Chronique européenne 4 : le plan d’aide européen à Chypre
Titem | 20 mars 2013Pour ma quatrième chronique à Canal M, la radio de Vues et Voix, il a été question d’un sujet d’actualité encore brûlant : le plan d’aide européen à Chypre (à écouter ici). Un thème européen qui m’intéresse d’autant plus que j’ai vécu quatre mois à Chypre, plus particulièrement à Egkomi, en banlieue de Nicosie, la dernière capitale divisée d’Europe. C’était au printemps 2008, juste après l’élection à la présidence du néo-communiste Dimitris Christofias, dont on espérait qu’il trouverait enfin une solution à la partition de l’île. Las, nous sommes en 2013, nombreux sont encore les points de désaccord. Et pour l’élection qui a vu la victoire du candidat de la droite Nicos Anastasiades, le principal sujet était, pour une fois, la crise économique et financière.
Je ne reviens pas sur les détails du plan d’aide qui avait été conclu samedi entre les autorités européennes (chefs d’État européen et BCE) ainsi que le FMI. Tout juste me bornerais-je à considérer qu’il ne m’apparaît pas absurde de demander à ceux qui ont profité de la générosité du système bancaire chypriote de contribuer à sa sauvegarde. Cela vaut mieux, surtout s’il avait été clair dès le départ que les petits épargnants seraient épargnés. Pour pasticher Winston Churchill à propos de la démocratie, c’est sans doute la pire des solutions à l’exception de tous les autres. Opter pour une solution « à la grecque », avec l’octroi d’aides substantielles qui oblige le pays, incapable de rembourser, à imposer une cure d’austérité qui mine l’économie du pays comme le niveau de vie des citoyens, paraît exclu. Il faut tout de même garder à l’esprit que le risque que cela constitue un précédent inquiétant n’est pas nul, mais que le cas de Chypre et son secteur bancaire huit fois supérieur à son PIB dont sans doute la moitié provenant de la Russie, demeure particulier. Même le Cyprus Mail semble douter de « l’héroïsme » des députés chypriotes.

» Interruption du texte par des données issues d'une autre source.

def _clip_pieces(profile: Profile, r_cut: float) -> tuple[np.ndarray, np.ndarray]:
    """The loop cut at every crossing of r = r_cut, keeping the pieces that lie at r ≥ r_cut."""
    lines: list[float] = []
    arcs: list[float] = []
    for s in profile.segments:
        if not isinstance(s, Arc):
            (z0, r0), (z1, r1) = s.start, s.end
            ts = [0.0, 1.0]
            if (r0 - r_cut) * (r1 - r_cut) < 0:
                ts.insert(1, (r_cut - r0) / (r1 - r0))
            for ta, tb in zip(ts, ts[1:]):
                pa = (z0 + (z1 - z0) * ta, r0 + (r1 - r0) * ta)
                pb = (z0 + (z1 - z0) * tb, r0 + (r1 - r0) * tb)
                if (pa[1] + pb[1]) / 2 > r_cut:
                    lines += (*pa, *pb)
        else:
            zc, rc = s.center
            cuts = [0.0, 1.0]
            q = (r_cut - rc) / s.radius
            if -1 < q < 1:
                base = math.asin(q)
                for root in (base, math.pi - base):
                    # every angle of that root inside the sweep, as a fraction of the sweep
                    lo, hi = sorted((s.start_angle, s.end_angle))
                    k = math.ceil((lo - root) / (2 * math.pi))
                    ang = root + 2 * math.pi * k
                    while ang < hi:
                        f = (ang - s.start_angle) / s.sweep
                        if 0 < f < 1:
                            cuts.append(f)
                        ang += 2 * math.pi
            cuts.sort()
            for fa, fb in zip(cuts, cuts[1:]):
                if fb - fa <= 0:
                    continue
                mid = s.start_angle + s.sweep * (fa + fb) / 2
                if rc + s.radius * math.sin(mid) > r_cut:
                    _add_arc(arcs, zc, rc, s.radius, s.start_angle + s.sweep * fa, s.sweep * (fb - fa))
    return np.array(lines, dtype=float).reshape(-1, 4), np.array(arcs, dtype=float).reshape(-1, 5)


def clipped_section_integrals(profile: Profile, r_cut: float) -> SectionIntegrals:
    """Exact section integrals of the part of the profile at r ≥ ``r_cut`` (the rim band).

    ``surface`` counts only the loop's own turned surface above the cut, not the
    cut itself. Returns all zeros when nothing lies above the cut.

    >>> from yodraft.geometry import Profile
    >>> s = clipped_section_integrals(Profile.from_points([(0, 0), (2, 0), (2, 3), (0, 3)]), 1.0)
    >>> round(s.a, 12)
    4.0
    """
    if not (math.isfinite(r_cut) and r_cut >= 0):
        raise ValueError(f"cut radius must be a finite value ≥ 0, got {r_cut}")
    if profile.bounds()[1] < -_R_TOL or not profile.signed_area() > 0:
        raise ValueError("the profile must be a counter-clockwise loop at r ≥ 0")
    lines, arcs = _clip_pieces(profile, r_cut)
    if not len(lines) and not len(arcs):
        return SectionIntegrals(0.0, 0.0, 0.0, 0.0, 0.0, 0.0, 0.0)
    return _sums(lines, arcs, r_cut)


# --------------------------------------------------------------------- bodies


def props_from_integrals(s: SectionIntegrals, density_g_cm3: float) -> BodyProps:
    """Body properties of the section integrals ``s`` turned once about the spin axis.

    Izz = ρ 2π ∫r³ dA; Ixx about z = 0 is ½ Izz + ∫z² dm = ρ π ∫(r³ + 2 r z²) dA.
    """
    if not (math.isfinite(density_g_cm3) and density_g_cm3 > 0):
        raise ValueError(f"density must be a finite value > 0 g/cm³, got {density_g_cm3}")
    rho = density_g_cm3 * G_PER_MM3_PER_G_CM3
    volume = 2 * math.pi * s.r1
    mass = rho * volume
    zc = s.rz / s.r1 if s.r1 > 0 else 0.0
    izz = rho * 2 * math.pi * s.r3
    ixx = rho * math.pi * (s.r3 + 2 * s.rz2)
    return BodyProps(
        area_mm2=s.a,
        volume_mm3=volume,
        surface_mm2=s.surface,
        density_g_cm3=density_g_cm3,
        mass_g=mass,
        z_centroid_mm=zc,
        izz_g_mm2=izz,
        ixx_g_mm2=ixx,
        ixx_cg_g_mm2=ixx - mass * zc * zc,
    )


def body_props(profile: Profile, density_g_cm3: float) -> BodyProps:
    """Volume, surface, mass and inertia of one half turned from ``profile``.

    >>> from yodraft.geometry import Profile
    >>> disc = Profile.from_points([(0, 0), (1, 0), (1, 10), (0, 10)])
    >>> p = body_props(disc, 1.0)
    >>> round(p.izz_g_mm2 / (0.5 * p.mass_g * 10**2), 12)
    1.0
    """
    return props_from_integrals(section_integrals(profile), density_g_cm3)


# --------------------------------------------------------------------- small parts and the assembly


def ring_mass_g(density_g_cm3: float, r_in: float, r_out: float, length: float) -> float:
    """Mass of a uniform ring (hollow cylinder) of the given density."""
    return density_g_cm3 * G_PER_MM3_PER_G_CM3 * math.pi * (r_out**2 - r_in**2) * length


def ring_part(name: str, mass_g: float, r_in: float, r_out: float, length: float, z_centre: float) -> PointPart:
    """A uniform ring (bearing, pad) treated as a hollow cylinder.

    Izz = ½ m (r1² + r2²); Ixx about its own centre = m/12 (3(r1² + r2²) + L²).

    >>> round(ring_part("pad", 1.2, 8.0, 10.0, 1.0, 3.0).izz_g_mm2, 9)
    98.4
    """
    if not (0 <= r_in <= r_out and length >= 0):
        raise ValueError(f"part {name!r}: need 0 ≤ r_in ≤ r_out and length ≥ 0, got {r_in}, {r_out}, {length}")
    s = r_in**2 + r_out**2
    return PointPart(name, mass_g, 0.5 * mass_g * s, mass_g / 12 * (3 * s + length**2), z_centre, r_in, r_out)


def cylinder_part(name: str, mass_g: float, radius: float, length: float, z_centre: float = 0.0) -> PointPart:
    """A solid cylinder (axle): Izz = ½ m R², Ixx own = m/12 (3R² + L²)."""
    return ring_part(name, mass_g, 0.0, radius, length, z_centre)


def mirrored_part(part: PointPart) -> PointPart:
    """The same part on the other half (z → −z), e.g. the second response pad."""
    return PointPart(part.name, part.mass_g, part.izz_g_mm2, part.ixx_own_g_mm2, -part.z_mm, part.r_in_mm, part.r_out_mm)


def assemble(half: BodyProps, parts: Sequence[PointPart]) -> AssemblyProps:
    """Two halves (``half`` on +z and its mirror on −z) plus the small parts.

    Every part's transverse inertia is moved to z = 0 by the parallel-axis
    theorem. Parts with the same name are counted together in the budget.
    """
    parts = tuple(parts)
    total = 2 * half.mass_g + sum(p.mass_g for p in parts)
    izz = 2 * half.izz_g_mm2 + sum(p.izz_g_mm2 for p in parts)
    ixx = 2 * half.ixx_g_mm2 + sum(p.ixx_g_mm2 for p in parts)
    zc = sum(p.mass_g * p.z_mm for p in parts) / total if total > 0 else 0.0
    budget = [BudgetLine("half", 2, half.mass_g, 2 * half.mass_g)]
    seen: dict[str, list[PointPart]] = {}
    for p in parts:
        seen.setdefault(p.name, []).append(p)
    for name, group in seen.items():
        m = sum(p.mass_g for p in group)
        budget.append(BudgetLine(name, len(group), m / len(group), m))
    return AssemblyProps(half, parts, total, izz, ixx, zc, tuple(budget))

Lors de ma chronique, j’ai évoqué le fait que Chypre s’est tourné vers la Russie, l’un de ses principaux partenaires économiques et qu’une aide financière pourrait être conclue en échange de l’exploitation des gisements pétrogaziers au large de Chypre… Même si la Turquie, qui contrôle le tiers nord de l’île, ne manquera pas de mettre en avant ses revendications. Un correspondant du Wall Street Journal à Moscou évoque cette autre hypothèse intéressante : la Russie lorgnerait plutôt sur les infrastructures des télécoms (relativement développées) et énergétiques (en grand besoin de modernisation).

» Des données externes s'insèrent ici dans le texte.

@dataclass
class Obstacles:
    """Lines and text boxes already on the sheet, kept for quick look-ups: lines and texts in a coarse grid of
    ``CELL`` mm squares, extension and dimension lines sorted by where they stand (``_Parallels``). Every
    look-up first narrows the candidates, then runs the same exact test on each."""

    segs: list[Seg] = field(default_factory=list)
    grid: dict[tuple[int, int], list[int]] = field(default_factory=dict)
    boxes: list[Box] = field(default_factory=list)
    outline: list[Seg] = field(default_factory=list)  # the section's outline: add with add_outline
    outline_boxes: list[Box] = field(default_factory=list)  # each outline segment's extent
    box_grid: dict[tuple[int, int], list[int]] = field(default_factory=dict)
    ext: _Parallels = field(default_factory=_Parallels)  # extension lines and leaders
    dimlines: _Parallels = field(default_factory=_Parallels)
    #: least gap between parallel extension lines (ISO 128-2); 0 waives it, a last resort (``compose.SPACING_WAIVED``)
    ext_min_gap: float = EXT_MIN_GAP

    def add_box(self, box: Box) -> None:
        i = len(self.boxes)
        self.boxes.append(box)
        for key in _cells(inflate(box, 0.3)):
            self.box_grid.setdefault(key, []).append(i)

    def _near_boxes(self, box: Box) -> Iterable[int]:
        """Indexes of the text boxes that may touch ``box`` (every box within 0.3 mm of it among them; a box
        may come more than once)."""
        x0, x1 = int(math.floor(box[0] / CELL)), int(math.floor(box[2] / CELL))
        y0, y1 = int(math.floor(box[1] / CELL)), int(math.floor(box[3] / CELL))
        if (x1 - x0 + 1) * (y1 - y0 + 1) > 8:  # a long line: walking the boxes is quicker
            return range(len(self.boxes))
        grid = self.box_grid
        return [i for gx in range(x0, x1 + 1) for gy in range(y0, y1 + 1) for i in grid.get((gx, gy), ())]

    def add_segments(self, segs: Iterable[Seg]) -> None:
        grid = self.grid
        for s in segs:
            i = len(self.segs)
            self.segs.append(s)
            (x0, y0), (x1, y1) = s if s[0][0] <= s[1][0] else (s[1], s[0])
            # the squares the segment runs through, column by column (a slanted line, such as section
            # lining, passes through few of the squares its extent covers); a hair wider, never narrower
            slope = (y1 - y0) / (x1 - x0) if x1 - x0 > 1e-12 else None
            for gx in range(int(math.floor(x0 / CELL)), int(math.floor(x1 / CELL)) + 1):
                if slope is None:
                    ya, yb = y0, y1
                else:
                    xa, xb = max(x0, gx * CELL), min(x1, (gx + 1) * CELL)
                    ya, yb = y0 + slope * (xa - x0), y0 + slope * (xb - x0)
                lo, hi = (ya, yb) if ya <= yb else (yb, ya)
                for gy in range(int(math.floor((lo - 1e-6) / CELL)), int(math.floor((hi + 1e-6) / CELL)) + 1):
                    grid.setdefault((gx, gy), []).append(i)

    def add_item(self, item: Item) -> None:
        self.add_segments(segments_of(item))
        for t in _texts(item):
            self.add_box(text_box(t))

    def add_ext(self, segs: Iterable[Seg]) -> None:
        for s in segs:
            self.ext.add(s)

    def add_dimlines(self, segs: Iterable[Seg]) -> None:
        for s in segs:
            self.dimlines.add(s)

    def line_hits(self, box: Box) -> bool:
        x0, y0, x1, y1 = box
        segs = self.segs
        grid = self.grid
        for gx in range(int(math.floor(x0 / CELL)), int(math.floor(x1 / CELL)) + 1):
            for gy in range(int(math.floor(y0 / CELL)), int(math.floor(y1 / CELL)) + 1):
                for i in grid.get((gx, gy), ()):
                    a, b = segs[i]
                    # quick reject on the segment's own extent, then the exact test
                    if (a[0] < x0 and b[0] < x0) or (a[0] > x1 and b[0] > x1) or \
                            (a[1] < y0 and b[1] < y0) or (a[1] > y1 and b[1] > y1):
                        continue
                    if segment_hits_box(a, b, box):
                        return True
        return False

    def text_hits(self, box: Box) -> bool:
        x0, y0, x1, y1 = box
        boxes = self.boxes
        for i in self._near_boxes(box):
            b = boxes[i]
            if b[0] < x1 and x0 < b[2] and b[1] < y1 and y0 < b[3]:
                return True
        return False

    def crosses_text(self, segs: Iterable[Seg]) -> bool:
        boxes = self.boxes
        for a, b in segs:
            sx0, sx1 = (a[0], b[0]) if a[0] <= b[0] else (b[0], a[0])
            sy0, sy1 = (a[1], b[1]) if a[1] <= b[1] else (b[1], a[1])
            for i in self._near_boxes((sx0, sy0, sx1, sy1)):
                box = boxes[i]
                if box[0] - 0.2 > sx1 or box[2] + 0.2 < sx0 or box[1] - 0.2 > sy1 or box[3] + 0.2 < sy0:
                    continue
                if segment_hits_box(a, b, inflate(box, 0.2)):
                    return True
        return False

    def dimline_too_close(self, segs: Iterable[Seg]) -> bool:
        """Whether a new dimension line runs on or beside another one (closer than a text's depth)."""
        segs = list(segs)
        if any(self.dimlines.close(a, b, -1.0, DIMLINE_GAP, slack=1.0) for a, b in segs):
            return True
        return self.ext_too_close(segs)

    def add_outline(self, segs: Iterable[Seg]) -> None:
        for c, d in segs:
            self.outline.append((c, d))
            self.outline_boxes.append((min(c[0], d[0]), min(c[1], d[1]), max(c[0], d[0]), max(c[1], d[1])))

    def crosses_outline(self, a, b) -> bool:  # type: ignore[no-untyped-def]
        """Whether a–b crosses an outline segment at a point inside both (segments whose extents stand
        apart are passed over: they cannot cross)."""
        x0, x1 = (a[0], b[0]) if a[0] <= b[0] else (b[0], a[0])
        y0, y1 = (a[1], b[1]) if a[1] <= b[1] else (b[1], a[1])
        x0, y0, x1, y1 = x0 - 1e-6, y0 - 1e-6, x1 + 1e-6, y1 + 1e-6
        for (c, d), box in zip(self.outline, self.outline_boxes):
            if box[0] > x1 or box[2] < x0 or box[1] > y1 or box[3] < y0:
                continue
            if _cross(a, b, c, d):
                return True
        return False

    def ext_too_close(self, segs: Iterable[Seg]) -> bool:
        """Whether a new extension line runs parallel to an existing one closer than 0.7 mm (a line on the
        very same place, a shared extension line, is fine)."""
        gap = self.ext_min_gap
        return gap > 1e-6 and any(self.ext.close(a, b, 1e-6, gap) or self.dimlines.close(a, b, 1e-6, gap)
                                  for a, b in segs)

Comme les autorités européennes l’ont rappelé, la balle est dans le camp de la République de Chypre, qui avait demandé cette aide de 17 milliards d’euros, soit le montant de son PIB. Ce qui me désolé, c’est qu’une nouvelle fois, par leur impéritie, volontaire ou non, ou leur double langage, des chefs d’États européens, on a manqué précipiter l’Europe dans une nouvelle crise. Nicos Anastasiades n’est Président que depuis un mois, mais il n’a pas tardé à agir comme d’autres l’ont fait avant lui. Ainsi, accompagné de son ministre des finances, Michael Sarris et après avoir assuré leurs homologues qu’ils désiraient que tous les détenteurs d’un compte à Chypre s’acquittent de la taxe, ceci afin de ne pas heurter et discriminer les clients étrangers (russes au premier chef), il est revenu dans son pays en soulignant leurs efforts pour modérer les conséquences du « chantage » qui leur a été imposé.

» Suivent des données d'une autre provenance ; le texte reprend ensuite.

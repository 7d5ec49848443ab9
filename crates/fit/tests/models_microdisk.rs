//! The inlaid-disk expressions of Shoup & Szabo (J. Electroanal. Chem. 140 (1982) 237) and
//! Mahon & Oldham (Anal. Chem. 77 (2005) 6100): their limits, their agreement with each other,
//! a worked steady-state value, and the recovery of D and C from noisy synthetic transients
//! with the two closed-form cross-checks.

use diffusor_fit::constants::{CM2_PER_S, FARADAY_C_PER_MOL};
use diffusor_fit::models::common::{Known, Transient};
use diffusor_fit::models::microdisk::{
    DiskExpression, MAHON_OLDHAM_JOIN_THETA, fit_microdisk, mahon_oldham_df, mahon_oldham_f,
    microdisk_current_a, shoup_szabo_df, shoup_szabo_f,
};
use diffusor_fit::models::planar::cottrell_current_a;
use rand::SeedableRng;
use rand::rngs::StdRng;
use rand_distr::{Distribution, Normal};

const PI: f64 = std::f64::consts::PI;
const R_M: f64 = 5e-6;
const C: f64 = 1.0;
const D_M2_S: f64 = 7.8e-6 * CM2_PER_S;

#[test]
fn both_expressions_at_tau_one() {
    // Computed from the two published formulas (not quoted from either paper): at τ = 1,
    // Shoup–Szabo f = 0.7854 + 0.8862 + 0.2146·e^-0.7823 = 1.769 75 and Mahon–Oldham
    // f = (π/4)·g(0.25) = 1.760 14 (independently evaluated in double precision outside this
    // code base).
    assert!(
        (shoup_szabo_f(1.0) - 1.769_75).abs() < 5e-6,
        "{}",
        shoup_szabo_f(1.0)
    );
    assert!(
        (mahon_oldham_f(1.0) - 1.760_14).abs() < 5e-6,
        "{}",
        mahon_oldham_f(1.0)
    );
}

#[test]
fn the_two_expressions_agree_within_seven_tenths_of_a_percent_everywhere() {
    // Shoup & Szabo state their form is within 0.6 % of the exact current (as remembered); so
    // the two should differ by little more than that at any τ. Measured here: at most 0.67 %,
    // near τ = 1.85.
    let mut worst = (0.0f64, 0.0);
    for k in 0..=14_000 {
        let tau = 10f64.powf(-6.0 + 14.0 * k as f64 / 14_000.0);
        let d = (shoup_szabo_f(tau) / mahon_oldham_f(tau) - 1.0).abs();
        if d > worst.0 {
            worst = (d, tau);
        }
    }
    println!(
        "largest |f_SS/f_MO − 1| = {:.4e} at τ = {:.3}",
        worst.0, worst.1
    );
    assert!(worst.0 < 7e-3, "{worst:?}");
}

#[test]
fn short_times_give_cottrell_plus_the_edge_term() {
    // The exact short-time behaviour of the disk: I = n·F·A·C·√D/√(πt) + π·n·F·D·C·r + O(√t)
    // (the leading terms of the Mahon–Oldham short-time series and of Shoup & Szabo's form;
    // Cottrell, Z. Phys. Chem. 42 (1903) 385, for the first). In f: √π/(2√τ) + π/4.
    for tau in [1e-8, 1e-6, 1e-4] {
        let t = tau * R_M * R_M / (4.0 * D_M2_S);
        let limit = cottrell_current_a(1.0, PI * R_M * R_M, C, D_M2_S, t)
            + PI * FARADAY_C_PER_MOL * D_M2_S * C * R_M;
        for e in [DiskExpression::MahonOldham, DiskExpression::ShoupSzabo] {
            let rel = (microdisk_current_a(1.0, R_M, C, D_M2_S, t, e) / limit - 1.0).abs();
            // The next term of the series is (π/4)·√(θ/4π) in f, below √τ relative; Shoup &
            // Szabo's 0.8862 and 0.7854 are √π/2 and π/4 rounded, 3e-5 off.
            let allowed = match e {
                DiskExpression::MahonOldham => tau.sqrt(),
                DiskExpression::ShoupSzabo => 5e-5,
            };
            assert!(rel < allowed, "{e:?} τ = {tau}: {rel:e}");
        }
    }
}

#[test]
fn long_times_give_saito_steady_state_and_its_approach() {
    // Y. Saito, Rev. Polarogr. 15 (1968) 177: I_ss = 4·n·F·D·C·r. The approach to it is
    // f = 1 + (4/π^{3/2})·τ^-½ + O(τ^-3/2) (the first two terms of the Mahon–Oldham long-time
    // series; Shoup & Szabo's form gives 0.8862 − 0.2146·0.7823 = 0.718 32 for the coefficient).
    let exact = 4.0 / PI.powf(1.5);
    for tau in [1e4, 1e6, 1e8] {
        let mo = (mahon_oldham_f(tau) - 1.0) * tau.sqrt();
        let ss = (shoup_szabo_f(tau) - 1.0) * tau.sqrt();
        // The next term, (π/4)·(25/2792)·θ^-3/2, is 0.078/τ of the coefficient.
        assert!((mo / exact - 1.0).abs() < 0.1 / tau, "MO τ = {tau}: {mo}");
        assert!(
            (ss / exact - 1.0).abs() < 1e-4 + 1.0 / tau.sqrt(),
            "SS τ = {tau}: {ss}"
        );
    }
}

#[test]
fn worked_steady_state_current() {
    // r = 5 µm, C = 1 mM, D = 7.8e-6 cm²/s: 4·F·D·C·r = 4 × 96 485.332 12 × 7.8e-10 × 1 × 5e-6
    // = 1.505 17 nA (computed from Saito's equation with the CODATA 2018 F), reached as t → ∞.
    let t = 1e12;
    for e in [DiskExpression::MahonOldham, DiskExpression::ShoupSzabo] {
        let i = microdisk_current_a(1.0, R_M, C, D_M2_S, t, e);
        assert!((i / 1.505_17e-9 - 1.0).abs() < 1e-5, "{e:?}: {i:e}");
    }
}

#[test]
fn mahon_oldham_branches_meet_at_the_join() {
    // Mahon & Oldham join their series at θ = 1.281; with the right coefficients the two
    // branches agree there closely (measured 2.9e-5 relative), and a mistyped coefficient would
    // show as a jump.
    let tau = 4.0 * MAHON_OLDHAM_JOIN_THETA;
    let below = mahon_oldham_f(tau * (1.0 - 1e-12));
    let above = mahon_oldham_f(tau * (1.0 + 1e-12));
    println!("jump at the join: {:.3e}", above / below - 1.0);
    assert!((above / below - 1.0).abs() < 5e-5);
}

#[test]
fn derivatives_match_difference_quotients() {
    for tau in [1e-4, 0.3, 2.0, 5.0, 5.2, 40.0, 1e4] {
        let h = 1e-6 * tau;
        for (f, df) in [
            (
                mahon_oldham_f as fn(f64) -> f64,
                mahon_oldham_df as fn(f64) -> f64,
            ),
            (shoup_szabo_f, shoup_szabo_df),
        ] {
            let numeric = (f(tau + h) - f(tau - h)) / (2.0 * h);
            assert!(
                ((numeric - df(tau)) / df(tau)).abs() < 1e-5,
                "τ = {tau}: {numeric} vs {}",
                df(tau)
            );
        }
    }
}

fn noisy(e: DiskExpression, seed: u64) -> (Vec<f64>, Vec<f64>) {
    // 400 log-spaced points from 0.1 ms to 10 s: τ from 0.012 to 1250; 0.5 % noise of the
    // steady-state current.
    let mut rng = StdRng::seed_from_u64(seed);
    let m = 400;
    let t: Vec<f64> = (0..m)
        .map(|k| 1e-4 * 1e5f64.powf(k as f64 / (m - 1) as f64))
        .collect();
    let noise =
        Normal::new(0.0, 0.005 * 4.0 * FARADAY_C_PER_MOL * D_M2_S * C * R_M).expect("normal");
    let i = t
        .iter()
        .map(|&t| microdisk_current_a(1.0, R_M, C, D_M2_S, t, e) + noise.sample(&mut rng))
        .collect();
    (t, i)
}

#[test]
fn recovers_d_and_c_with_calibrated_intervals_and_both_cross_checks() {
    // Project requirement: true values within 2 % and inside the 95 % intervals, checked as
    // coverage over 80 seeds (at least 70; 76 expected).
    for e in [DiskExpression::MahonOldham, DiskExpression::ShoupSzabo] {
        let (mut d_in, mut c_in, mut long_ok, mut short_ok) = (0, 0, 0, 0);
        for seed in 0..80 {
            let (t, i) = noisy(e, seed);
            let fit = fit_microdisk(
                &Transient {
                    time_s: &t,
                    current_a: &i,
                },
                R_M,
                Known::Electrons(1.0),
                e,
            )
            .unwrap();
            let d = fit.fit.diffusion_m2_s.unwrap();
            let c = fit.fit.params[2].estimate;
            assert!(
                (d.value / D_M2_S - 1.0).abs() < 0.02,
                "{e:?} seed {seed}: {d:?}"
            );
            assert!((c.value / C - 1.0).abs() < 0.02, "{e:?} seed {seed}: {c:?}");
            d_in += usize::from(d.ci95[0] < D_M2_S && D_M2_S < d.ci95[1]);
            c_in += usize::from(c.ci95[0] < C && C < c.ci95[1]);
            let long = fit.long_time.as_ref().expect("long-time cross-check");
            let short = fit
                .short_time_and_steady_state
                .as_ref()
                .expect("short-time cross-check");
            long_ok += usize::from(
                long.diffusion_m2_s.ci95[0] < D_M2_S && D_M2_S < long.diffusion_m2_s.ci95[1],
            );
            short_ok += usize::from(
                short.diffusion_m2_s.ci95[0] < D_M2_S && D_M2_S < short.diffusion_m2_s.ci95[1],
            );
            if seed == 0 {
                println!(
                    "{e:?}: D = {:.5e} ± {:.1e}, C = {:.4} ± {:.1e}; long-time D = {:.4e} ± {:.1e} ({} pts), short+steady D = {:.4e} ± {:.1e}; τ {:.3}–{:.0}",
                    d.value,
                    d.std_error,
                    c.value,
                    c.std_error,
                    long.diffusion_m2_s.value,
                    long.diffusion_m2_s.std_error,
                    long.points,
                    short.diffusion_m2_s.value,
                    short.diffusion_m2_s.std_error,
                    fit.tau_range[0],
                    fit.tau_range[1]
                );
            }
        }
        println!(
            "{e:?}: coverage D {d_in}/80, C {c_in}/80, long-time D {long_ok}/80, short+steady D {short_ok}/80"
        );
        assert!(
            d_in >= 70 && c_in >= 70,
            "{e:?}: coverage D {d_in}, C {c_in}"
        );
        // The cross-checks rest on the exact short- and long-time series, which the
        // Mahon–Oldham form reproduces term by term; they neglect the next terms, so they are
        // checked more loosely: most intervals must still hold the true D. On data shaped by
        // Shoup & Szabo's approximation they are biased by that form's own 0.6 % error
        // (measured: long-time 45/80, short-time 8/80), which is the form's error, not theirs.
        if e == DiskExpression::MahonOldham {
            assert!(
                long_ok >= 68 && short_ok >= 68,
                "{e:?}: long {long_ok}, short {short_ok}"
            );
        }
    }
}

#[test]
fn mahon_oldham_long_branch_follows_the_long_time_series() {
    // The long-time series of the disk current, f(τ) = 1 + 0.71835·τ^-½ + 0.05626·τ^-3/2
    // − 0.00646·τ^-5/2 + … with τ = 4Dt/r² (Aoki & Osteryoung, J. Electroanal. Chem. 160
    // (1984) 335; Shoup & Szabo 1982 quote the same leading terms). The coefficients are as
    // remembered, to the digits given, not read from the papers here. It checks Mahon &
    // Oldham's coefficients independently of the transcriptions they were taken from: the
    // τ^-3/2 one (25/2792 in θ) to the rounding of the remembered digits, the τ^-5/2 one
    // (1/3880, giving 0.006478) only loosely, because Mahon & Oldham's own τ^-7/2 term
    // (−0.0223) is allowed for beside it. Computed: the largest gap is 4.3e-5 at τ = 6.
    for tau in [6.0_f64, 10.0, 30.0, 100.0, 1000.0] {
        let series =
            1.0 + 0.71835 / tau.sqrt() + 0.05626 * tau.powf(-1.5) - 0.00646 * tau.powf(-2.5);
        let rounding = 5e-6 * tau.powf(-0.5) + 5e-6 * tau.powf(-1.5) + 2e-5 * tau.powf(-2.5);
        let next_term = 0.03 * tau.powf(-3.5);
        let gap = (mahon_oldham_f(tau) - series).abs();
        assert!(gap < rounding + next_term, "τ = {tau}: gap {gap:e}");
    }
}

Encore une fois, l’Europe est une coupable toute désignée pour des chefs d’État incapables d’assumer chez eux des décisions qu’ils ont prises dans un autre cadre institutionnel. Et cela, à l’heure où il est beaucoup question de démocratie et de légitimité en Europe dans cette période de crise économique et de défiance citoyenne, c’est bel et bien la pire des positions qui pouvait être tenue.